In our protocol, we use the special n-dimensional n-particle GHZ state to distribute the secret. After being performed the special unitary operation, the GHZ state can be measured in two nonorthogonal basis to recover the secret. So every particle in our protocol can be used to bring the secret information. The utilization ratio of the particles is much higher than the BB84 protocol (in which only about half of the particles can be used to bring the secret information).

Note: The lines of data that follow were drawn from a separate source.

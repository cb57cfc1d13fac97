import { describe, expect, it } from 'vitest';
import { b2WithGradient } from '../physics/virial';
import { covarianceFromJacobian } from './covariance';
import { fitLennardJones, type FitMeasurementSet } from './lj-fit';
import { rankNextMeasurements } from './next-measurement';
import { gaussianGenerator, mulberry32 } from './random';

const TRUTH = { epsilonK: 150, sigmaAngstrom: 3.7 };
function b2Table(temperatures: number[], seed: number): FitMeasurementSet {
  const g = gaussianGenerator(mulberry32(seed));
  return {
    id: 'b2-high-t',
    kind: 'b2',
    rows: temperatures.map((temperatureK) => {
      const exact = b2WithGradient(temperatureK, TRUTH.epsilonK, TRUTH.sigmaAngstrom).b2Cm3PerMol;
      return { temperatureK, value: exact + 1 * g(), uncertainty: 1 };
    }),
  };
}

describe('the next measurement to make (D-optimal)', () => {
  // B2 only well above the Boyle temperature (T* 3.3–6.7): ε is poorly fixed there, because B2 flattens out at high T*
  // and its curvature with T is what carries ε (Hirschfelder, Curtiss & Bird 1954, §3.6; common practice).
  const data = [b2Table([500, 600, 700, 800, 900, 1000], 1)];
  const fit = fitLennardJones(data, { restarts: 0, profiles: false });

  it('with B2 only at high temperature, the top suggestion is a B2 below the lowest measured temperature', () => {
    const ranked = rankNextMeasurements(fit, data, { quantumCorrection: false }, { kinds: ['b2'] });
    expect(ranked[0].kind).toBe('b2');
    // u = 1 cm³/mol at every row says nothing about the relative part, so the default 2 % applies; the best point is
    // still well below the lowest measured 500 K (T* < 2).
    expect(ranked[0].temperatureK).toBeLessThan(300);
    expect(ranked[0].areaDecreasePercent).toBeGreaterThan(50);
    expect(ranked[0].text).toMatch(
      /^B2 at [\d.]+ K \(expected -?[\d.]+ ± [\d.]+ cm3\/mol\) would make the joint 95 % region \d+ % smaller\.$/,
    );
    // Ranked best first, and a point inside the measured range helps far less.
    for (let i = 1; i < ranked.length; i++) expect(ranked[i].determinantRatio).toBeGreaterThanOrEqual(ranked[i - 1].determinantRatio);
    const [inside] = rankNextMeasurements(fit, data, { quantumCorrection: false }, { candidates: [{ kind: 'b2', temperatureK: 750 }] });
    expect(inside.areaDecreasePercent).toBeLessThan(ranked[0].areaDecreasePercent / 3);
  });

  it('the determinant ratio equals the one from recomputing (JᵀWJ)⁻¹ with the point added', () => {
    const [s] = rankNextMeasurements(fit, data, { quantumCorrection: false }, { candidates: [{ kind: 'b2', temperatureK: 160 }] });
    const rows = data[0].rows.map((r) => {
      const p = b2WithGradient(r.temperatureK, fit.epsilonK, fit.sigmaAngstrom);
      return [p.dB2dEpsilonK / r.uncertainty, p.dB2dSigmaAngstrom / r.uncertainty];
    });
    const p = b2WithGradient(160, fit.epsilonK, fit.sigmaAngstrom);
    const det = (m: number[][]) => m[0][0] * m[1][1] - m[0][1] * m[1][0];
    const before = covarianceFromJacobian(rows, 1, 1).unscaled!;
    const after = covarianceFromJacobian(
      [...rows, [p.dB2dEpsilonK / s.typicalUncertainty, p.dB2dSigmaAngstrom / s.typicalUncertainty]],
      1,
      1,
    ).unscaled!;
    expect(s.determinantRatio / (det(after) / det(before))).toBeCloseTo(1, 6);
  });

  it("offers viscosity candidates when the molar mass is known, and takes the typical uncertainty from the fit's own data", () => {
    const ranked = rankNextMeasurements(fit, data, { molarMassGPerMol: 58.1, quantumCorrection: false }, { top: 200 });
    expect(ranked.some((s) => s.kind === 'viscosity')).toBe(true);
    // The B2 table states u = 1 cm³/mol everywhere, so a new B2 is assumed no better than that.
    expect(ranked.filter((s) => s.kind === 'b2').every((s) => s.typicalUncertainty >= 1)).toBe(true);
  });
});
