/**
 * The simulation stage of a density fit: Levenberg–Marquardt over (ε/k_B, σ) in which every density prediction
 * comes from NPT runs of the LJ fluid at the reduced states of the data. Since a change of ε and σ is a change of
 * reduced state (T*, P*), the frames of every stored run of the same engine settings predict ⟨ρ*⟩ at nearby states
 * by multistate reweighting (MBAR, ../physics/md/mbar.ts), with the exact derivatives of that prediction as the
 * Jacobian (chain rule in corresponding-states.ts). So:
 *   1. a round asks for new runs only at states no stored run covers (Kish effective sample size below the guard);
 *   2. Levenberg–Marquardt then steps on the reweighted predictions, which are smooth in (ε, σ), for as long as its
 *      trial points stay covered;
 *   3. when the step falls inside the noise, one more round runs at the final point's states to confirm it, and the
 *      stage stops there ('converged') if the step, with those runs included, is still inside the noise — otherwise
 *      it goes on, up to `maxIterations` rounds ('round-limit').
 * Points whose state the equation of state (Kolafa–Nezbeda 1994 with the freezing line, ../physics/eos/lj-freezing.ts)
 * places in the solid region or where it has no fluid root are not simulated; the result says so. A run that freezes or
 * splits anyway leaves its point out, with a warning. The standard error of each prediction (in kg/m³) is added in
 * quadrature to the measurement uncertainty. Runs without stored frames (a test double, an old cached result) still
 * work: their own fluctuation derivatives give one Levenberg–Marquardt step per round.
 * Runs are asked for through an injected `simulate`, so the same code runs against the job queue or a test double.
 * With `posterior`, the converged stage samples the Bayesian posterior of (ε, σ) on the reweighted predictions of its
 * runs (density-posterior.ts), with a short extra round of runs where the sampler's proposals leave their reach.
 */
import { densityWithGradient, massDensityKgPerM3, reducedStateOf } from '../physics/corresponding-states';
import { ljRegionOf } from '../physics/eos/lj-freezing';
import type { RunFrames } from '../physics/md/frames';
import { DEFAULT_MIN_REWEIGHT_SAMPLES, ReweightPool, reweightRunFromFrames, type ReweightRun } from '../physics/md/mbar';
import { covarianceFromJacobian, correlationFromCovariance, standardErrorsFromCovariance } from './covariance';
import { densityPosterior, type DensityPosterior, type DensityPosteriorOptions, type ProposalOutcome } from './density-posterior';
import { jointConfidenceEllipse } from './ellipse';
import { STRONG_CORRELATION, strongCorrelationWarning, type LjMeasurementSetSummary, type LjFitResult, type LjResidual } from './lj-fit';
import { modelValue } from './lj-posterior';
import { PROPERTY_MODELS, type FitKind, type PropertyContext } from './property-models';

export interface MdStatePoint {
  reducedTemperature: number;
  reducedPressure: number;
}

export interface MdRunSummary {
  /** Job id of the run, for links. */
  id: number;
  reused: boolean;
  reducedDensity: number;
  stdErr: number;
  dRhoDT: number;
  dRhoDP: number;
  phase: 'fluid' | 'solid' | 'two-phase';
  /** The run's own state and size; with `frames`, what reweighting needs. */
  reducedTemperature?: number;
  reducedPressure?: number;
  atoms?: number;
  effectiveSamples?: number;
  statisticalInefficiency?: number;
  startedFrom?: string;
  warnings?: string[];
  /** Frames as a task returns them (base64), or already decoded (read back from storage). */
  frames?: RunFrames;
  reweightRun?: ReweightRun;
}

export interface MdStagePoint {
  measurementSetId: string | number;
  measurementSetIndex: number;
  kind: FitKind;
  /** Row number within its measurement set (1-based). */
  rowNumber?: number;
  /** Left out by the modeller: still simulated and predicted, never counted in χ². */
  excluded?: boolean;
  temperatureK: number;
  pressureMPa?: number;
  value: number;
  uncertainty: number;
  weight: number;
}

export interface MdStageOptions {
  start: { epsilonK: number; sigmaAngstrom: number };
  bounds: { epsilonK: [number, number]; sigmaAngstrom: [number, number] };
  context: PropertyContext & { molarMassGPerMol: number };
  /** Hold one parameter at its start value: exact in the result, no standard error, one degree of freedom more. */
  held?: 'epsilonK' | 'sigmaAngstrom';
  /** At most this many rounds of simulations (default 6). */
  maxIterations?: number;
  /** Stop when every parameter moves by less than this many standard errors (default 1: a smaller step is within the simulation noise of the step itself). */
  changeInStandardErrors?: number;
  /** Runs of the same engine settings stored before this fit (reweighting uses them from the start). */
  storedRuns?: ReweightRun[];
  /** Kish effective samples below which a reweighted prediction is refused and a run is asked for (default 20, mbar.ts). */
  minEffectiveSamples?: number;
  /** Runs the states; `onRunFinished` is called as each run ends, for progress. */
  simulate: (states: MdStatePoint[], onRunFinished?: () => void) => Promise<MdRunSummary[]>;
  onProgress?: (p: { fraction: number; stage: string }) => void;
  /** How the start was found, for the result (default 'equation-of-state stage'). */
  startMethod?: string;
  /** Sample the Bayesian posterior of (ε, σ) on the reweighted predictions once the stage has its answer. */
  posterior?: DensityPosteriorOptions;
}

export interface MdIteration {
  iteration: number;
  epsilonK: number;
  sigmaAngstrom: number;
  chi2: number;
  accepted: boolean;
  runs: number;
  reusedRuns: number;
  /** Levenberg–Marquardt steps taken on reweighted predictions in this round. */
  reweightedSteps: number;
  /** Why the round asked for runs: 'start', 'uncovered' (a step left the reach of the stored runs) or 'confirm'. */
  reason: 'start' | 'uncovered' | 'confirm';
  excludedPoints: Array<{ temperatureK: number; pressureMPa?: number; reason: string }>;
}

/** A residual of the simulation stage: with the simulation's standard error (kg/m³), the run behind it, and whether the final round used it. */
export interface MdResidual extends LjResidual {
  modelUncertainty: number;
  simulationId: number | null;
  included: boolean;
  /** Kish effective samples behind the prediction (null for gas-phase points and predictions without frames). */
  effectiveSamples: number | null;
  /** 'reweighted': MBAR over the stored runs; 'run': one run's own averages (no frames); null: no simulation. */
  predictedBy: 'reweighted' | 'run' | null;
}

export interface MdStageResult extends LjFitResult {
  residuals: MdResidual[];
  mdIterations: MdIteration[];
  mdRuns: Array<{
    id: number;
    reused: boolean;
    temperatureK: number;
    pressureMPa: number;
    reducedTemperature: number;
    reducedPressure: number;
    reducedDensity: number;
    stdErr: number;
    phase: string;
    iteration: number;
    effectiveSamples: number | null;
    startedFrom: string | null;
    purpose?: 'posterior';
  }>;
  /** Rounds of simulations (a round: the runs asked for at one point of (ε, σ), then the steps on reweighted predictions). */
  mdRounds: number;
  stoppedBy: 'converged' | 'round-limit';
  newRuns: number;
  reusedRuns: number;
  /** Predictions of a state made by reweighting alone (no run at that state), summed over every step of the stage. */
  reweightedPoints: number;
  phaseWarnings: string[];
  stoppingRule: string;
  /** The Bayesian posterior on the reweighted predictions, when asked for. */
  posterior?: DensityPosterior;
}

interface Prediction {
  reducedDensity: number;
  stdErr: number;
  dRhoDT: number;
  dRhoDP: number;
  effectiveSamples: number | null;
  by: 'reweighted' | 'run';
  runId: number | null;
  /** True when no run sits at this very state. */
  reweightedOnly: boolean;
}

interface Evaluation {
  epsilonK: number;
  sigmaAngstrom: number;
  residuals: number[];
  jacobian: number[][];
  predicted: number[];
  modelUncertainty: number[];
  included: boolean[];
  runIds: Array<number | null>;
  effectiveSamples: Array<number | null>;
  predictedBy: Array<'reweighted' | 'run' | null>;
  chi2: number;
  excluded: MdIteration['excludedPoints'];
  /** Density points whose state no prediction reaches (they need runs). */
  uncovered: number[];
  reweightedOnly: number;
}

const stateKey = (s: MdStatePoint) => `${s.reducedTemperature.toPrecision(10)}|${s.reducedPressure.toPrecision(10)}`;

/** Everything the stage knows about runs: frames for reweighting, and runs without frames by their exact state. */
class RunBook {
  readonly pool: ReweightPool;
  readonly direct = new Map<string, MdRunSummary>();
  readonly frozen = new Map<string, MdRunSummary>();
  /** Every run with frames, by id (the pool's own list is private). */
  readonly reweightRuns = new Map<number, ReweightRun>();

  constructor(
    stored: ReweightRun[],
    readonly minEffectiveSamples: number,
  ) {
    this.pool = new ReweightPool(stored, minEffectiveSamples);
    for (const r of stored) this.reweightRuns.set(r.id, r);
  }

  add(state: MdStatePoint, run: MdRunSummary): void {
    const key = stateKey(state);
    if (run.phase !== 'fluid') {
      this.frozen.set(key, run);
      return;
    }
    this.direct.set(key, run);
    let reweightRun: ReweightRun | null = null;
    if (run.reweightRun && run.reweightRun.volume.length > 0) reweightRun = run.reweightRun;
    else if (run.frames && run.frames.count > 0) {
      reweightRun = reweightRunFromFrames(
        run.id,
        {
          reducedTemperature: run.reducedTemperature ?? state.reducedTemperature,
          reducedPressure: run.reducedPressure ?? state.reducedPressure,
          atoms: run.atoms ?? 0,
        },
        run.frames,
      );
    }
    if (reweightRun && !this.pool.has(run.id)) {
      this.pool.add(reweightRun);
      this.reweightRuns.set(run.id, reweightRun);
    }
  }

  /** A prediction at the state, or null when neither reweighting nor a run at this state reaches it. */
  predict(state: MdStatePoint): Prediction | null {
    const direct = this.direct.get(stateKey(state));
    const r = this.pool.size ? this.pool.predict(state) : null;
    if (r && r.ok) {
      return {
        reducedDensity: r.reducedDensity,
        stdErr: r.stdErr,
        dRhoDT: r.dRhoDT,
        dRhoDP: r.dRhoDP,
        effectiveSamples: r.effectiveSamples,
        by: 'reweighted',
        runId: direct?.id ?? r.runs.reduce((a, b) => (b.weight > a.weight ? b : a)).id,
        reweightedOnly: !direct,
      };
    }
    // A run at this very state is used even below the reweighting guard: it is the best there is (its own error says how good).
    if (direct) {
      return {
        reducedDensity: direct.reducedDensity,
        stdErr: direct.stdErr,
        dRhoDT: direct.dRhoDT,
        dRhoDP: direct.dRhoDP,
        effectiveSamples: direct.effectiveSamples ?? null,
        by: 'run',
        runId: direct.id,
        reweightedOnly: false,
      };
    }
    return null;
  }
}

Besides, the secret information is encoded through the n-dimensional particle in our protocol. So the information one particle can bring is \( \log_{2}^{n} \), which is much larger than the traditional 2-dimensional particle.

8 Comparisons

In Qin and Dai (2017), a dynamic QSS scheme is proposed by using the property of multi-dimensional GHZ state. In this scheme, the dealer generates the GHZ state in Z-basis, and the participants measure the GHZ state in X-basis to get their shares. The main property used in this scheme is that, if the Z-basis multi-dimensional GHZ state is measured in X-basis, then the sum of the measurement results is zero, that is, if the state \( \varPsi = \frac{1}{\sqrt d }\sum\limits_{j = 0}^{d - 1} {|\,j\rangle^{ \otimes n} } \) is measured in X-basis and the measurement results are denoted as \( r_{1} ,r_{2} , \ldots ,r_{n} \), then \( r_{1} + r_{2} + \cdots + r_{n} = 0 \). Qin and Dai (2017) uses this property to add or delete participants to realize the dynamic QSS.

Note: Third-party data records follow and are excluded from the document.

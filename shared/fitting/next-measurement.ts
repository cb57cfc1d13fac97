/**
 * The next measurement to make: candidate measurements ranked by how much each would shrink the parameter
 * uncertainty, by the D-optimal criterion (Atkinson, Donev & Tobias, "Optimum Experimental Designs", 2007, ch. 10).
 * Adding one point with weighted gradient g/u to the information matrix F = C⁻¹ gives, by the matrix determinant
 * lemma, det C' / det C = 1 / (1 + gᵀ C g / u²), where C is the unscaled covariance (JᵀWJ)⁻¹ and u the kind's
 * typical standard uncertainty at that point. The area of the joint confidence region scales as √det C.
 */
import type { FitMeasurementSet, LjFitResult, LjParameter } from './lj-fit';
import { PROPERTY_MODELS, type FitKind, type PropertyContext } from './property-models';

/** u(value) = max(floor, relative·|value|), in the kind's unit. */
export interface TypicalUncertainty {
  floor: number;
  relative: number;
}

/**
 * Typical uncertainties of a kind when the fit has no data of it: B2 2 % or 1 cm³/mol, dilute-gas viscosity 0.5 %,
 * liquid density 0.2 % (common practice, no source).
 */
export const DEFAULT_TYPICAL_UNCERTAINTY: Partial<Record<FitKind, TypicalUncertainty>> = {
  b2: { floor: 1, relative: 0.02 },
  viscosity: { floor: 0, relative: 0.005 },
  density: { floor: 0, relative: 0.002 },
};

export interface Candidate {
  kind: FitKind;
  temperatureK: number;
  pressureMPa?: number;
}

export interface Suggestion extends Candidate {
  unit: string;
  /** Model value at the fit's parameters. */
  predicted: number;
  /** The uncertainty assumed for the new point. */
  typicalUncertainty: number;
  /** det C' / det C after adding the point. */
  determinantRatio: number;
  /** 100·(1 − det C'/det C). */
  determinantDecreasePercent: number;
  /** 100·(1 − √(det C'/det C)): how much smaller the joint 95 % region's area becomes. */
  areaDecreasePercent: number;
  text: string;
}

export interface NextMeasurementOptions {
  /** Kinds to consider (default: every kind the model can evaluate with the context). */
  kinds?: FitKind[];
  /** Override the typical uncertainty of a kind. */
  typicalUncertainty?: Partial<Record<FitKind, TypicalUncertainty>>;
  /** Candidates to rank instead of the default grid. */
  candidates?: Candidate[];
  /** Pressures for density candidates (default: the fit's own density pressures, else 1, 10 and 50 MPa). */
  densityPressuresMPa?: number[];
  /** How many suggestions to return (default 5). */
  top?: number;
}

const median = (values: number[]): number => {
  const s = [...values].sort((a, b) => a - b);
  const m = Math.floor(s.length / 2);
  return s.length % 2 ? s[m] : (s[m - 1] + s[m]) / 2;
};

/**
 * The typical uncertainty of a kind from the fit's own data of that kind: the floor is the smallest stated u; the
 * relative part is the median u/|value| of the rows above that floor (rows at the floor say nothing about it, so
 * when every row is at the floor the kind's default relative part is used).
 */
export function typicalUncertaintyFromData(measurementSets: readonly FitMeasurementSet[], kind: FitKind): TypicalUncertainty {
  const rows = measurementSets.filter((d) => d.kind === kind).flatMap((d) => d.rows);
  // A kind without a default here (a kind added later) is taken at 1 % (common practice, no source).
  const fallback = DEFAULT_TYPICAL_UNCERTAINTY[kind] ?? { floor: 0, relative: 0.01 };
  if (rows.length === 0) return fallback;
  const floor = Math.min(...rows.map((r) => r.uncertainty));
  const above = rows.filter((r) => r.value !== 0 && r.uncertainty > 1.01 * floor);
  return { floor, relative: above.length ? median(above.map((r) => r.uncertainty / Math.abs(r.value))) : fallback.relative };
}

const geometric = (lo: number, hi: number, n: number) => Array.from({ length: n }, (_, i) => lo * Math.pow(hi / lo, i / (n - 1)));

/** Default candidates: B2 over 0.6 ≤ T* ≤ 10, viscosity over 0.5 ≤ T* ≤ 30, densities over 0.7 ≤ T* ≤ 1.3 at a few pressures. */
export function defaultCandidates(
  fit: Pick<LjFitResult, 'epsilonK'>,
  kinds: readonly FitKind[],
  densityPressuresMPa: readonly number[],
): Candidate[] {
  const eps = fit.epsilonK;
  const round = (t: number) => Math.round(t * 10) / 10;
  const out: Candidate[] = [];
  if (kinds.includes('b2')) geometric(0.6, 10, 25).forEach((t) => out.push({ kind: 'b2', temperatureK: round(t * eps) }));
  if (kinds.includes('viscosity')) geometric(0.5, 30, 25).forEach((t) => out.push({ kind: 'viscosity', temperatureK: round(t * eps) }));
  if (kinds.includes('density'))
    geometric(0.7, 1.3, 7).forEach((t) =>
      densityPressuresMPa.forEach((p) => out.push({ kind: 'density', temperatureK: round(t * eps), pressureMPa: p })),
    );
  return out;
}

const KIND_WORDS: Partial<Record<FitKind, string>> = { b2: 'B2', viscosity: 'a viscosity', density: 'a density' };

/**
 * Ranks candidate measurements for a succeeded fit (best first). Candidates where the model cannot be evaluated are
 * skipped. Held parameters are left out of the determinant (only the free ones are uncertain).
 */
export function rankNextMeasurements(
  fit: LjFitResult,
  measurementSets: readonly FitMeasurementSet[],
  context: PropertyContext,
  options: NextMeasurementOptions = {},
): Suggestion[] {
  if (fit.status !== 'succeeded' || !fit.covarianceUnscaled)
    throw new Error('ranking next measurements needs a succeeded fit with a covariance');
  const names: LjParameter[] = ['epsilonK', 'sigmaAngstrom'];
  const free = [0, 1].filter((k) => !fit.heldParameters.includes(names[k]));
  const c = fit.covarianceUnscaled;
  const kinds =
    options.kinds ??
    (Object.keys(PROPERTY_MODELS) as FitKind[]).filter((k) => !PROPERTY_MODELS[k].needsMolarMass || context.molarMassGPerMol !== undefined);
  const fitPressures = [
    ...new Set(
      measurementSets
        .filter((d) => d.kind === 'density')
        .flatMap((d) => d.rows.map((r) => r.pressureMPa).filter((p): p is number => p !== undefined)),
    ),
  ];
  const pressures =
    options.densityPressuresMPa ??
    (fitPressures.length
      ? [Math.min(...fitPressures), median(fitPressures), Math.max(...fitPressures)].filter((p, i, a) => a.indexOf(p) === i)
      : [1, 10, 50]);
  const candidates = options.candidates ?? defaultCandidates(fit, kinds, pressures);
  const uncertaintyOf = (kind: FitKind) => options.typicalUncertainty?.[kind] ?? typicalUncertaintyFromData(measurementSets, kind);
  const suggestions: Suggestion[] = [];
  for (const cand of candidates) {
    const model = PROPERTY_MODELS[cand.kind];
    let p;
    try {
      p = model.evaluate(cand, fit.epsilonK, fit.sigmaAngstrom, context);
    } catch {
      continue;
    }
    const typical = uncertaintyOf(cand.kind);
    const u = Math.max(typical.floor, typical.relative * Math.abs(p.value));
    if (!(u > 0) || !Number.isFinite(p.value)) continue;
    const g = [p.dEpsilonK, p.dSigmaAngstrom];
    let quad = 0;
    for (const a of free) for (const b of free) quad += g[a] * c[a][b] * g[b];
    const ratio = 1 / (1 + quad / (u * u));
    const where = cand.pressureMPa !== undefined ? `${cand.temperatureK} K and ${cand.pressureMPa} MPa` : `${cand.temperatureK} K`;
    const area = 100 * (1 - Math.sqrt(ratio));
    suggestions.push({
      ...cand,
      unit: model.unit,
      predicted: p.value,
      typicalUncertainty: u,
      determinantRatio: ratio,
      determinantDecreasePercent: 100 * (1 - ratio),
      areaDecreasePercent: area,
      text: `${KIND_WORDS[cand.kind] ?? `a ${model.label}`} at ${where} (expected ${p.value.toPrecision(4)} ± ${u.toPrecision(2)} ${model.unit}) would make the joint 95 % region ${area.toFixed(0)} % smaller.`,
    });
  }
  suggestions.sort((x, y) => x.determinantRatio - y.determinantRatio);
  return suggestions.slice(0, options.top ?? 5);
}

Our scheme is different from the scheme in Qin and Dai (2017) although our scheme is still based on the multi-dimensional GHZ state. We use the special unitary operation and the special n-dimensional n-particle GHZ state to design efficient QSS, that is, we find if the special unitary operation \( U_{a,a} \) is performed on the special state \( \varPsi = \frac{1}{\sqrt n }\sum\limits_{j = 0}^{n - 1} {|\,j\rangle^{ \otimes n} } \), then this state can be measured in Z-basis or X-basis to recover the secret. So we can use the distinguishability of two nonorthogonal basis to protect secret, but the secret can be recovered in either basis. Then every particle can be used to bring the secret information, and the utilization ratio of the particles can be increased. We can see that the main method and the application scenario in our scheme are both different from Qin and Dai (2017).

9 Conclusion

So far, we have used the special multi-dimensional GHZ state to propose an efficient QSS scheme. In our scheme, the secret can be encoded through performing the special unitary operation on the special n-dimensional n-particle GHZ state. The secret is protected by the distinguishability of two nonorthogonal basis, but the participants can get the secret through measuring the states in either basis. The main merit of our scheme is that, every particle can be used to bring the secret information. Compared to the schemes based on the BB84 protocol, our scheme is more efficient.